Prove that $\frac{a^3}{x} + \frac{b^3}{y} + \frac{c^3}{z} \ge \frac{(a+b+c)^3}{3(x+y+z)}$ a,b,c,x,y,z are positive real numbers. I stumbled upon it on some olympiad papers. Tried to AM>GM but didn't get any idea to move forward.
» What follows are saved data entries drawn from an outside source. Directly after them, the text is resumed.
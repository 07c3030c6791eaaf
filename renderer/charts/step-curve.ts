import { firstAbove } from './column-search.ts'
import type { Span } from './plot-geometry.ts'

/** Steps are drawn from this width of a pattern; below, the lowest and the highest value of each pixel column. */
const STEP_PIXELS = 3
const LONG_STEP_PIXELS = 8

export type Point = [x: number, y: number]

/**
 * Returns the points of a step curve inside a window, ready to be joined by straight lines.
 *
 * `xs` is not descending, `ys` as long; both may hold 100,000 values: the work grows with what is in view and the result
 * with the width. One point before and one after the window are kept, so that the line runs to its edges.
 */
export function stepCurve(
  xs: Float64Array,
  ys: ArrayLike<number>,
  scale: number,
  span: Span,
  width: number,
): Point[] {
  const first = Math.max(0, firstAbove(xs, span.from) - 1)
  const last = Math.min(xs.length - 1, firstAbove(xs, span.to))
  const count = last - first + 1
  if (count <= 0 || width <= 0) return []
  return count * STEP_PIXELS <= width
    ? steps(xs, ys, scale, first, last, (span.to - span.from) / width)
    : extremes(xs, ys, scale, first, last, (span.to - span.from) / width)
}

function steps(
  xs: Float64Array,
  ys: ArrayLike<number>,
  scale: number,
  first: number,
  last: number,
  pixel: number,
): Point[] {
  const points: Point[] = [[xs[first] ?? 0, (ys[first] ?? 0) / scale]]
  for (let at = first + 1; at <= last; at++) {
    const x = xs[at] ?? 0
    const y = (ys[at] ?? 0) / scale
    const [beforeX, before] = points[points.length - 1] ?? [x, y]
    if (y === before && at < last) continue
    // ECharts leaves out points nearer than a pixel: without this one, a long step after a small gain would slope.
    if (x - beforeX > LONG_STEP_PIXELS * pixel) points.push([beforeX + 2 * pixel, before])
    if (y !== before) points.push([x, before])
    points.push([x, y])
  }
  return points
}

function extremes(
  xs: Float64Array,
  ys: ArrayLike<number>,
  scale: number,
  first: number,
  last: number,
  pixel: number,
): Point[] {
  const points: Point[] = []
  const start = xs[first] ?? 0
  let at = first
  while (at <= last) {
    const x = xs[at] ?? 0
    const end = start + (Math.floor((x - start) / pixel) + 1) * pixel
    let low = Infinity
    let high = -Infinity
    // A column of no width at all would never end: the first value is always taken.
    do {
      const y = (ys[at] ?? 0) / scale
      if (y < low) low = y
      if (y > high) high = y
      at++
    } while (at <= last && (xs[at] ?? 0) < end)
    // On level ground its end is enough, after two points of which ECharts may leave out the first.
    const before = points[points.length - 1]
    const isLevel = low === high && [1, 2, 3].every((back) => points[points.length - back]?.[1] === low)
    if (isLevel && before) before[0] = x
    else points.push([x, low])
    if (high !== low) points.push([x, high])
  }
  const lastX = xs[last] ?? 0
  const final = points[points.length - 1]
  if (final && final[0] !== lastX) points.push([lastX, final[1]])
  return points
}
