/** Work done so far, in evaluated gates and visited regions, so that callers can stop between parts of like size. */
export let workDone: u32 = 0

// @ts-ignore: decorator
@inline
export function spend(amount: u32): void {
  workDone += amount
}
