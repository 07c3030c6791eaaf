import { expect, test } from 'vitest'
import { paletteOf, writeTokens, type ColourName } from '../../renderer/tokens.ts'

/** SOURCE: WCAG 2.2, "relative luminance" and "contrast ratio". */
function contrast(one: string, other: string): number {
  const [a, b] = [luminance(one), luminance(other)]
  return (Math.max(a, b) + 0.05) / (Math.min(a, b) + 0.05)
}

function luminance(hex: string): number {
  const [r = 0, g = 0, b = 0] = [1, 3, 5].map((at) => {
    const value = parseInt(hex.slice(at, at + 2), 16) / 255
    return value <= 0.04045 ? value / 12.92 : ((value + 0.055) / 1.055) ** 2.4
  })
  return 0.2126 * r + 0.7152 * g + 0.0722 * b
}

const SURFACES: readonly ColourName[] = [
  'surface',
  'surfaceSunk',
  'surfaceRaised',
  'ground',
  'hover',
  'selected',
]
const TEXTS: readonly ColourName[] = [
  'text',
  'text2',
  'text3',
  'cutText',
  'link',
  'good',
  'caution',
  'bad',
  'busy',
  'idle',
]
const SERIES: readonly ColourName[] = [
  'series1',
  'series2',
  'series3',
  'series4',
  'series5',
  'series6',
  'cut',
  'ceiling',
]

// SOURCE: WCAG 2.2, 1.4.3 (text 4.5:1) and 1.4.11 (controls and graphics 3:1).
test.each(['light', 'dark'] as const)(
  'text is 4.5:1 on every surface, controls and lines of charts 3:1, %s',
  (scheme) => {
    const palette = paletteOf(scheme)
    const short = (names: readonly ColourName[], grounds: readonly ColourName[], least: number): string[] =>
      names.flatMap((name) =>
        grounds
          .filter((ground) => contrast(palette[name], palette[ground]) < least)
          .map((ground) => `${name} on ${ground}: ${contrast(palette[name], palette[ground]).toFixed(2)}`),
      )
    expect(short(TEXTS, SURFACES, 4.5)).toEqual([])
    expect(short(['lineControl'], ['surface', 'surfaceRaised'], 3)).toEqual([])
    expect(short(SERIES, ['chartGround', 'chartInside'], 3)).toEqual([])
    expect(contrast(palette.textInverse, palette.ink)).toBeGreaterThan(4.5)
    expect(contrast(palette.cutOn, palette.cut)).toBeGreaterThan(4.5)
  },
)

test('with more contrast the faintest text is as strong as the second', () => {
  for (const scheme of ['light', 'dark'] as const) {
    const palette = paletteOf(scheme, true)
    expect(palette.text3).toBe(palette.text2)
    expect(contrast(palette.line, palette.surface)).toBeGreaterThan(
      contrast(paletteOf(scheme).line, palette.surface),
    )
  }
})

test('custom properties carry the names that styles use', () => {
  const root = document.createElement('div')
  const palette = paletteOf('dark')
  writeTokens(root, 'dark', palette)
  expect(root.style.getPropertyValue('--surface-sunk')).toBe(palette.surfaceSunk)
  expect(root.style.getPropertyValue('--series-1')).toBe(palette.series1)
  expect(root.style.getPropertyValue('--text-3')).toBe(palette.text3)
  expect(root.style.colorScheme).toBe('dark')
})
 A: Holder's Inequality gives:
$$\left( \frac{a^3}x + \frac{b^3}y + \frac{c^3}z \right)(x + y + z)(1+1+1) \ge (a+b+c)^3 $$
A: Macavity's way is certainly the most elegant. Here is a way to do it just using Cauchy-Schwarz and AM-GM. Use Cauchy-Schwarz inequality to get:
$$(x+y+z)\left(\frac{a^3}{x}+\frac{b^3}{y}+\frac{c^3}{z}\right)\geq (a^{3/2}+b^{3/2}+c^{3/2})^2$$
So to prove your inequality, it suffices to show that
$$ (a^{3/2}+b^{3/2}+c^{3/2})^2 \geq \frac{(a+b+c)^3}{3}$$
which can be proved as follows. It is equivalent to (after expanding):
$$3(a^3+b^3+c^3)+6(a^{3/2}b^{3/2}+b^{3/2}c^{3/2}+c^{3/2}a^{3/2})\geq a^3+b^3+c^3 +3ab(a+b)+3bc(b+c)+3ca(c+a)+6abc$$
In other words, we want to prove:
$$ 2(a^3+b^3+c^3)+6(a^{3/2}b^{3/2}+b^{3/2}c^{3/2}+c^{3/2}a^{3/2})\geq 3ab(a+b)+3bc(b+c)+3ca(c+a)+6abc$$
Now apply AM-GM:
$$a^3+a^{3/2}b^{3/2}+a^{3/2}b^{3/2}\geq 3a^{2}b$$
$$b^3+a^{3/2}b^{3/2}+a^{3/2}b^{3/2}\geq 3ab^2$$
$$b^3+b^{3/2}c^{3/2}+b^{3/2}c^{3/2}\geq 3b^{2}c$$
$$c^3+b^{3/2}c^{3/2}+b^{3/2}c^{3/2}\geq 3bc^2$$
$$c^3+c^{3/2}a^{3/2}+c^{3/2}a^{3/2}\geq 3c^{2}a$$
$$a^3+c^{3/2}a^{3/2}+c^{3/2}a^{3/2}\geq 3ca^2$$
$$2(a^{3/2}b^{3/2}+b^{3/2}c^{3/2}+c^{3/2}a^{3/2})\geq 6abc$$
Now add all of these seven inequalities to get the desired inequality.